30. Juni 2011 von Andrea Borsato

Husserl fasst die Vergegenwärtigung als Modifikation der Wahrnehmung auf , und sein Verständnis des Begriffes ‚Modifikation’ knüpft an Brentano an. Dies bedeutet, dass: (i) aus der Existenz von der Vergegenwärtigung eines Tones die Nichtexistenz der vergegenwärtigten Wahrnehmung des Tones folgt; (ii) aus dem Bewusstsein der Vergegenwärtigung des Tones folgt jedoch das Bewusstsein der Vergegenwärtigten Wahrnehmung des Tones.
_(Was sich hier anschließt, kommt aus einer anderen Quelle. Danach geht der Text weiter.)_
package dev.countercheck.report;

import dev.countercheck.report.HtmlModel.ElementView;

import java.util.AbstractList;
import java.util.RandomAccess;
import java.util.function.IntFunction;

/**
 * The elements of a report as the template reads them: each view is built when it is read and not
 * kept, so that rendering a project of many thousand elements holds one element's formatted
 * calculations and drawings at a time, not all of them. The template reads the list a few times
 * (summary table, contents, elements, calculations); each reading builds the same view again.
 */
final class ElementViews extends AbstractList<ElementView> implements RandomAccess {

    private final int size;
    private final IntFunction<ElementView> view;

    /** @param view the view of the element at an index (from 0) */
    ElementViews(int size, IntFunction<ElementView> view) {
        this.size = size;
        this.view = view;
    }

    @Override
    public ElementView get(int index) {
        if (index < 0 || index >= size) {
            throw new IndexOutOfBoundsException(index);
        }
        return view.apply(index);
    }

    @Override
    public int size() {
        return size;
    }
}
Damit verbindet Husserl jedoch eine höchst umstrittene, über Brentanos Ontologie weit hinausgehende These: Als Modifikation einer Wahrnehmung umfasst die Vergegenwärtigung eine gleichsam vollzogene Wahrnehmung als „nicht-reelle Erlebnismoment“ . D.h.: (iii) Die vergegenwärtigte Wahrnehmung eines Tones ist ein Teil der Vergegenwärtigung des Tones; Die Auffassung (iii) kann man nun vom Standpunkt der Ontologie höchstens als eine metaphorische annehmen. Würden wir nämlich (iii) ernstnehmen, dann ergäben sich kontraintuitive Folgen. Wenn man nämlich davon ausgeht, dass: (iv) Wenn x Teil von y ist, und y existiert, dann auch x existieren muss , und wenn wir annehmen, dass die Vergegenwärtigung des Tones existiert, dann ergibt sich die Folge, dass die vergegenwärtigte Wahrnehmung des Tones, die in der Vergegenwärtigung des Tones enthalten ist, ebenfalls existieren muss, was mit unserer Erfahrung widerstreitet, und insbesondere mit der These (i). Dies ist ein Punkt, in dem Phänomenologie und Ontologie in Widerstreit geraten: Die Ontologie gibt uns einerseits Grund, dieses Enthaltensein in Frage zu stellen, und höchstens –Brentano folgend- als ein rein metaphorisches zu nehmen. Auf der anderen Seite scheint es schwierig, die Rede des Enthaltenseins als blosse Metapher aufzufassen: Ist die gleichsam vollzogene Wahrnehmung in der Vergegenwärtigung auf ähnliche Weise enthalten wie der Abend im ‚Abend des Lebens’ oder wie Gold im ‚pibe de oro’? Dies scheint auch nicht der Fall zu sein. Auf dieses Dilemma werden wir ausführlich eingehen.

Diskussion zum Vortrag.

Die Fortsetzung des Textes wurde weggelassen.